# [Work task]
Among the lines of data below, reproduce only those from the one with "expect(red.map((j) => j.job)).toEqual(['check']);" through the one with "expect(jobs.map((j) => j.job)).toEqual(['maintain']);", exactly as they stand, both ends included.

Items from a data source:
Content starts
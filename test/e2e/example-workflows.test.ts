// Every example workflow in examples/workflows, run as written on a small sample project
// (test/fixtures/sample-project): its `on:` filters, job and step conditions, matrix, permissions
// and each step's inputs, with the action itself run through the bundle (`node dist/index.js`, or
// BELLGATE_ACTION_BUNDLE) against the loopback REST stand-in (GitHub's REST description, and each
// job's token limited to its `permissions:`), the results service and Azurite. Checkout, setup-node
// and `npm ci` are stood in. Event payloads are GitHub's examples (@octokit/webhooks-examples),
// moved to one repository whose default branch is main, the examples' baseline branch; schedule
// has no webhook payload and is written by hand. The static rules are the brief's: third-party
// actions pinned by commit SHA with the tag in a comment, `persist-credentials: false`, permissions
// per job, no `pull-requests: write` on push runs, a concurrency group on recording jobs.
import { cpSync, existsSync, readdirSync, readFileSync, writeFileSync } from 'node:fs';
import { mkdtemp, rm } from 'node:fs/promises';
import { tmpdir } from 'node:os';
import { join } from 'node:path';
import { afterAll, afterEach, beforeAll, describe, expect, it } from 'vitest';
import { BUNDLE, ROOT } from './action-runner.js';
import { startAzurite, type Azurite } from './standins/azurite.js';
import { startRestStandin, takeViolations, type RestStandin } from './standins/rest-api.js';
import { startResultsStandin, type ResultsStandin } from './standins/results-service.js';
import { examplePayload } from './webhook-payloads.js';
import { evaluate, readWorkflow, runWorkflow, triggers, type JobRun, type WorkflowEvent } from './workflow-runner.js';

const EXAMPLES = join(ROOT, 'examples', 'workflows');
const SAMPLE = join(ROOT, 'test', 'fixtures', 'sample-project');
const FILES = readdirSync(EXAMPLES).filter((f) => f.endsWith('.yml'));
const REPO = { owner: 'Codertocat', repo: 'Hello-World', id: 186853002 };

let azurite: Azurite;
let rest: RestStandin;
let results: ResultsStandin;
let root: string;
let runId = 70_000;
let tokens = 0;

beforeAll(async () => {
  if (!existsSync(BUNDLE))
    throw new Error(
      `no action bundle at ${BUNDLE}: run \`node test/build-dist.mjs /tmp/action-dist\` and set BELLGATE_ACTION_BUNDLE=/tmp/action-dist/index.js`,
    );
  root = await mkdtemp(join(tmpdir(), 'bellgate-e2e-examples-'));
  azurite = await startAzurite(ROOT);
  rest = await startRestStandin();
  results = await startResultsStandin(azurite, rest);
}, 60_000);
afterAll(async () => {
  await results?.close();
  await rest?.close();
  await azurite?.stop();
  if (root) await rm(root, { recursive: true, force: true });
});
afterEach(() => {
  expect(takeViolations(rest.state)).toEqual([]);
});

/** One repository's example payload of the event, on the sample repository (default branch main). */
function event(
  name: string,
  action?: string,
  extra: (p: Record<string, unknown>) => void = () => undefined,
): WorkflowEvent {
  const repository = {
    ...(examplePayload('pull_request', 'opened').repository as Record<string, unknown>),
    default_branch: 'main',
  };
  let payload: Record<string, unknown>;
  let ref: string;
  if (name === 'schedule') {
    payload = { schedule: '17 3 * * *', repository };
    ref = 'refs/heads/main';
  } else if (name === 'push') {
    payload = {
      ...examplePayload('push', undefined, (p) => p.ref === 'refs/heads/master'),
      ref: 'refs/heads/main',
      repository,
    };
    ref = 'refs/heads/main';
  } else if (name === 'workflow_dispatch') {
    payload = { ...examplePayload('workflow_dispatch', undefined, (p) => p.ref === 'refs/heads/main'), repository };
    ref = 'refs/heads/main';
  } else if (name === 'merge_group') {
    payload = { ...examplePayload('merge_group', 'checks_requested'), repository };
    ref = String((payload.merge_group as { head_ref: string }).head_ref);
  } else {
    payload = examplePayload('pull_request', action);
    payload.repository = repository;
    ref = `refs/pull/${String(payload.number)}/merge`;
  }
  extra(payload);
  return { name, payload, ref };
}

/** A workspace holding the sample project, with kestrel.json's slowdown for this "commit". */
function checkout(name: string, slowdown = 1): string {
  const dir = join(root, name);
  cpSync(SAMPLE, dir, { recursive: true });
  writeFileSync(join(dir, 'kestrel.json'), JSON.stringify({ slowdown }));
  return dir;
}

async function run(file: string, e: WorkflowEvent, workspace: string): Promise<JobRun[]> {
  const id = runId++;
  const headBranch = e.name === 'pull_request' ? 'feature' : e.ref.replace(/^refs\/heads\//, '');
  return runWorkflow(readWorkflow(join(EXAMPLES, file)), e, {
    workspace,
    runId: id,
    tokenFor(permissions) {
      const token = `ghs_job${tokens++}`;
      rest.state.tokenPermissions.set(token, permissions);
      return token;
    },
    env: {
      GITHUB_REPOSITORY: `${REPO.owner}/${REPO.repo}`,
      GITHUB_SHA: String(id).padStart(40, 'a'),
      GITHUB_API_URL: rest.url,
      ACTIONS_RESULTS_URL: results.url,
      ACTIONS_RUNTIME_TOKEN: results.tokenFor({
        workflowRunId: id,
        headBranch,
        headRepositoryId: REPO.id,
        repositoryId: REPO.id,
      }),
      BELLGATE_RETRY_UNIT_MS: '1',
    },
  });
}

const ran = (jobs: JobRun[]) => jobs.filter((j) => j.steps !== undefined);
const gate = (j: JobRun) => j.steps?.find((s) => s.name.startsWith('OWNER/bellgate@'));
const explain = (jobs: JobRun[]) =>
  jobs
    .flatMap((j) =>
      (j.steps ?? []).map(
        (s) => `${j.job} ${JSON.stringify(j.matrix)} ${s.name}: ${s.code}\n${s.output ?? ''}${s.result?.stdout ?? ''}`,
      ),
    )
    .join('\n');

describe.each(FILES)('examples/workflows/%s as written', (file) => {
  const text = readFileSync(join(EXAMPLES, file), 'utf8');
  const workflow = readWorkflow(join(EXAMPLES, file));
  const jobs = Object.entries(workflow.jobs as Record<string, Record<string, unknown>>);

  it('pins every third-party action by commit SHA with its tag in a comment, without persisted credentials', () => {
    const uses = text.split('\n').filter((l) => /^\s*-?\s*uses:/.test(l));
    expect(uses.length).toBeGreaterThan(0);
    for (const line of uses) {
      if (/uses: OWNER\/bellgate@/.test(line)) continue;
      expect(line).toMatch(/uses: [\w-]+\/[\w-]+@[0-9a-f]{40} # v\d+\.\d+\.\d+$/);
    }
    for (const [, job] of jobs)
      for (const step of job.steps as Record<string, unknown>[])
        if (String(step.uses ?? '').startsWith('actions/checkout@'))
          expect((step.with as Record<string, unknown>)?.['persist-credentials']).toBe(false);
  });

  it('gives every job its own permissions, no pull-requests: write to a push run, a concurrency group to recording jobs', () => {
    expect(workflow.permissions).toEqual({});
    for (const [name, job] of jobs) {
      expect(job.permissions, name).toBeTypeOf('object');
      const recording = ['push', 'schedule', 'workflow_dispatch'].filter((e) => triggers(workflow, event(e)));
      for (const e of recording) {
        // The job condition with this event's context, as the runner evaluates it.
        const runsOn = job.if === undefined || evaluateIf(String(job.if), e);
        if (!runsOn) continue;
        // Read only: a push asks which pull request it merged (an accepted merge starts a new level).
        expect((job.permissions as Record<string, string>)['pull-requests'], `${name} on ${e}`).not.toBe('write');
        expect(job.concurrency, `${name} records on ${e}`).toBeDefined();
      }
    }
  });

  it('runs on the sample project: pushes record, pull requests and merge queues are checked, label noise is skipped', async () => {
    // A maintenance workflow checks and records nothing: its own test below runs it.
    if (/^\s+maintenance:/m.test(text)) return;
    const workspace = checkout(file.replace(/\.yml$/, ''));
    const recordingEvents = ['push', 'schedule', 'workflow_dispatch'].filter((e) => triggers(workflow, event(e)));
    for (const name of recordingEvents) {
      const e = event(name);
      if (!triggers(workflow, e)) continue;
      const jobs = await run(file, e, workspace);
      const active = ran(jobs);
      expect(active.length, `${file} on ${name}`).toBeGreaterThan(0);
      for (const j of active) {
        expect(
          j.steps?.every((s) => s.code === 0),
          explain(jobs),
        ).toBe(true);
        expect(gate(j)?.result?.stdout, explain(jobs)).toMatch(/will record/);
        expect(gate(j)?.result?.stdout).toMatch(/recorded run \d+-1 in artifact /);
      }
    }
    for (const e of [event('pull_request', 'opened'), event('merge_group')]) {
      if (!triggers(workflow, e)) continue;
      const jobs = await run(file, e, workspace);
      const active = ran(jobs);
      expect(active.length, `${file} on ${e.name}`).toBeGreaterThan(0);
      for (const j of active) {
        expect(
          j.steps?.every((s) => s.code === 0),
          explain(jobs),
        ).toBe(true);
        expect(gate(j)?.result?.stdout).toMatch(/check only/);
        expect(gate(j)?.result?.outputs.get('verdict')).toBe('learning');
      }
    }
    // A label other than the accept label starts a run whose gate job is skipped.
    const noise = event('pull_request', 'labeled');
    if (triggers(workflow, noise)) expect(ran(await run(file, noise, workspace)).filter((j) => gate(j))).toEqual([]);
  }, 240_000);
});

describe('the accept flow of examples/workflows/bench.yml, as the README describes it', () => {
  it('a regressing pull request fails with the follow-up step reporting it; adding the label passes', async () => {
    const workspace = checkout('bench-accept');
    for (let i = 0; i < 9; i++) {
      const jobs = await run('bench.yml', event('push'), workspace);
      expect(
        ran(jobs).every((j) => j.steps?.every((s) => s.code === 0)),
        explain(jobs),
      ).toBe(true);
    }
    const slower = checkout('bench-accept-pr', 1.5);
    rest.state.labels.set(2, []);
    const red = ran(await run('bench.yml', event('pull_request', 'opened'), slower));
    expect(red.map((j) => j.job)).toEqual(['check']);
    expect(gate(red[0]!)?.code).toBe(1);
    expect(gate(red[0]!)?.result?.outputs.get('verdict')).toBe('regressed');
    const echo = red[0]!.steps?.find((s) => s.name.startsWith('echo'));
    expect(echo?.output).toMatch(/^regressed metrics - 2; report at \S+\.json$/m);
    // The maintainer adds the label: GitHub sends `labeled` naming it; the job runs and reads it.
    rest.state.labels.set(2, ['bellgate:accept']);
    const labeled = event('pull_request', 'labeled', (p) => {
      p.label = { ...(p.label as Record<string, unknown>), name: 'bellgate:accept' };
    });
    const green = ran(await run('bench.yml', labeled, slower));
    expect(green.map((j) => j.job)).toEqual(['check']);
    expect(gate(green[0]!)?.code, explain(green)).toBe(0);
    expect(gate(green[0]!)?.result?.outputs.get('verdict')).toBe('accepted');
  }, 240_000);
});

describe('examples/workflows/maintenance.yml as written, on the artifact history of record-baseline.yml', () => {
  const dispatch = (inputs: Record<string, string>) =>
    run(
      'maintenance.yml',
      event('workflow_dispatch', undefined, (p) => {
        p.inputs = inputs;
      }),
      workspace,
    );
  const log = async (inputs: Record<string, string>): Promise<string> => {
    const jobs = ran(await dispatch(inputs));
    expect(jobs.map((j) => j.job)).toEqual(['maintain']);
    expect(gate(jobs[0]!)?.code, explain(jobs)).toBe(0);
    return gate(jobs[0]!)?.result?.stdout ?? '';
  };
  const recorded: string[] = [];
  let workspace: string;
  beforeAll(async () => {
    // This describe's own history: the artifacts other tests of this file recorded are gone.
    rest.state.artifacts.length = 0;
    workspace = checkout('maintenance');
    for (let i = 0; i < 4; i++) {
      const jobs = await run('record-baseline.yml', event('push'), workspace);
      const out = gate(ran(jobs)[0]!)?.result?.stdout ?? '';
      const id = /recorded run (\d+-1) in artifact /.exec(out)?.[1];
      expect(id, explain(jobs)).toBeDefined();
      recorded.push(id!);
    }
  }, 240_000);

  it('runs lists the recorded runs (the default operation)', async () => {
    const out = await log({});
    expect(out).toMatch(/bellgate: 4 runs in artifact /);
    for (const id of recorded) expect(out).toMatch(new RegExp(`bellgate: ${id} .* 3 metrics`));
  }, 60_000);

  it('mark, drop and rename change the artifact history; a dropped run stays dropped after the next record', async () => {
    expect(await log({ operation: 'mark', run: recorded[2]!, metric: 'latency/*', note: 'new index' })).toMatch(
      new RegExp(`marked run ${recorded[2]}: a new level of latency/\\* starts there`),
    );
    expect(await log({ operation: 'drop', run: recorded[1]!, note: 'broken runner' })).toMatch(
      new RegExp(`dropped run ${recorded[1]}; it stays dropped after merges \\(3 runs left`),
    );
    expect(await log({ operation: 'rename', metric: 'size/web-bundle.js.gz', to: 'size/web-bundle.js.br' })).toMatch(
      /renamed size\/web-bundle\.js\.gz to size\/web-bundle\.js\.br, keeping its history/,
    );
    // A push records on top: every older artifact is merged again, and the tombstone holds.
    const jobs = await run('record-baseline.yml', event('push'), workspace);
    expect(
      ran(jobs).every((j) => j.steps?.every((s) => s.code === 0)),
      explain(jobs),
    ).toBe(true);
    const out = await log({ operation: 'runs' });
    expect(out).toMatch(/bellgate: 4 runs in artifact .*\(1 dropped\)/);
    expect(out).not.toMatch(new RegExp(`bellgate: ${recorded[1]} `));
    expect(out).toMatch(new RegExp(`bellgate: ${recorded[2]} .*level mark \\(manual: latency/\\*\\)`));
  }, 240_000);

  it('import seeds the history from past results in the repository', async () => {
    const past = Array.from({ length: 6 }, (_, i) =>
      JSON.stringify({
        id: `past-${i}`,
        time: new Date(Date.UTC(2025, 10, 1 + i)).toISOString(),
        metrics: { 'latency/geocode-p50': 12.4 + 0.01 * i },
      }),
    );
    writeFileSync(join(workspace, 'past-runs.jsonl'), `${past.join('\n')}\n`);
    const out = await log({ operation: 'import', file: 'past-runs.jsonl' });
    expect(out).toMatch(
      /imported past-runs\.jsonl: 6 runs added, 0 updated, 0 unchanged, 0 skipped; 10 runs in artifact /,
    );
  }, 60_000);

  it('a mark without its run fails the step, naming the input', async () => {
    const jobs = ran(await dispatch({ operation: 'mark' }));
    expect(gate(jobs[0]!)?.code).toBe(1);
    expect(gate(jobs[0]!)?.result?.stdout).toMatch(/::error.*input `maintenance-run` is empty/);
  }, 60_000);
});

/** A job's `if:` for an event, with the examples' own expression rules (workflow-runner.ts). */
function evaluateIf(condition: string, name: string): boolean {
  const e = event(name);
  const expr = condition.trim().replace(/^\$\{\{([\s\S]*)\}\}$/, '$1');
  return Boolean(evaluate(expr, { github: { event_name: e.name, event: e.payload, ref: e.ref } }, false));
}
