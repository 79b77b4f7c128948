import { InputError } from '../errors/input-error.js';
import { readUserFile } from '../files/read-user-file.js';
import { defaultConfig } from './defaults.js';
import { explainSchemaErrors } from './explain-schema-errors.js';
import { problemsError } from './problems.js';
import { schemaErrors } from './schema.js';
import { toConfig } from './to-config.js';
import type { Config } from './types.js';
import { MAX_CONFIG_CHARS } from './yaml-limits.js';
import { readYamlTree } from './yaml-tree.js';

export { defaultConfig };

/** Where a config is looked for when none is named, relative to the working folder. */
export const DEFAULT_CONFIG_PATHS: readonly string[] = ['.github/bellgate.yml', '.github/bellgate.yaml'];

/**
 * The config of a run, for the CLI (`--config`) and the action (the `config` input). A named path
 * must exist; without one, `.github/bellgate.yml` (then `.yaml`) in `cwd` is read when present,
 * else the defaults are used. Relative paths start at `cwd`, the workspace: a config there may not
 * be a symbolic link out of it or into .git, and must be a regular UTF-8 file of at most 1 MiB
 * (readUserFile). Messages name the path as given, so "file:line:col" points where the user looks.
 * @throws InputError for a missing named file, a refused file or an invalid config (file:line:col).
 * @example await loadConfig(undefined, '/repo') // the defaults in a folder without .github/bellgate.yml
 */
export async function loadConfig(path: string | undefined, cwd: string): Promise<Config> {
  for (const candidate of path === undefined ? DEFAULT_CONFIG_PATHS : [path]) {
    const text = await readUserFile(candidate, {
      cwd,
      what: 'config file',
      maxBytes: MAX_CONFIG_CHARS,
      tooLarge: (bytes) =>
        new InputError(`config file ${candidate} is ${bytes} bytes; the limit is ${MAX_CONFIG_CHARS} (1 MiB)`, {
          where: candidate,
          fix: 'a Bellgate config is a few kilobytes; check that the right file is named',
        }),
      confined: true,
    });
    if (text !== undefined) return parseConfig(text, candidate);
  }
  if (path !== undefined) {
    throw new InputError(`config file ${path} does not exist`, {
      where: path,
      fix: 'check the path (it is relative to the working folder), or leave the config out to use the defaults',
    });
  }
  return defaultConfig();
}

/**
 * Reads the text of a Bellgate config (YAML) into a Config, in three steps: the YAML under hard
 * limits (1 MiB, 32 levels, 16 KiB scalars, 100 aliases, 10,000 values; yaml-tree.ts), the JSON
 * Schema (bellgate.schema.json), then what the schema cannot express (to-config.ts). A leading
 * byte-order mark is dropped; an empty file, or one of only comments, gives the defaults.
 * @throws InputError for any problem: where = "source:line:col" of the first one, fix = what to
 *   write instead; every problem found is listed in the message, in reading order.
 * @example parseConfig('defaults:\n  tolerance: 2%\n', 'bellgate.yml').defaults.tolerance // { kind: 'percent', amount: 0.02 }
 * @example parseConfig('defaults:\n  cuttoff: 0.05\n', 'bellgate.yml') // throws InputError at bellgate.yml:2:3, fix 'did you mean "cutoff"?'
 */
export function parseConfig(text: string, source: string): Config {
  const { tree, problems } = readYamlTree(text.startsWith('\uFEFF') ? text.slice(1) : text);
  if (!tree || problems.length > 0) throw problemsError(problems, source);
  if (tree.value === undefined || tree.value === null) return { ...defaultConfig(), source };
  const schemaProblems = explainSchemaErrors(schemaErrors(tree.value), tree);
  if (schemaProblems.length > 0) throw problemsError(schemaProblems, source);
  const built = toConfig(tree.value, tree, source);
  if (built.problems.length > 0) throw problemsError(built.problems, source);
  return built.config;
}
Content ends
# [Task output]
    expect(red.map((j) => j.job)).toEqual(['check']);
    expect(gate(red[0]!)?.code).toBe(1);
    expect(gate(red[0]!)?.result?.outputs.get('verdict')).toBe('regressed');
    const echo = red[0]!.steps?.find((s) => s.name.startsWith('echo'));
    expect(echo?.output).toMatch(/^regressed metrics - 2; report at \S+\.json$/m);
    // The maintainer adds the label: GitHub sends `labeled` naming it; the job runs and reads it.
    rest.state.labels.set(2, ['bellgate:accept']);
    const labeled = event('pull_request', 'labeled', (p) => {
      p.label = { ...(p.label as Record<string, unknown>), name: 'bellgate:accept' };
    });
    const green = ran(await run('bench.yml', labeled, slower));
    expect(green.map((j) => j.job)).toEqual(['check']);
    expect(gate(green[0]!)?.code, explain(green)).toBe(0);
    expect(gate(green[0]!)?.result?.outputs.get('verdict')).toBe('accepted');
  }, 240_000);
});

describe('examples/workflows/maintenance.yml as written, on the artifact history of record-baseline.yml', () => {
  const dispatch = (inputs: Record<string, string>) =>
    run(
      'maintenance.yml',
      event('workflow_dispatch', undefined, (p) => {
        p.inputs = inputs;
      }),
      workspace,
    );
  const log = async (inputs: Record<string, string>): Promise<string> => {
    const jobs = ran(await dispatch(inputs));
    expect(jobs.map((j) => j.job)).toEqual(['maintain']);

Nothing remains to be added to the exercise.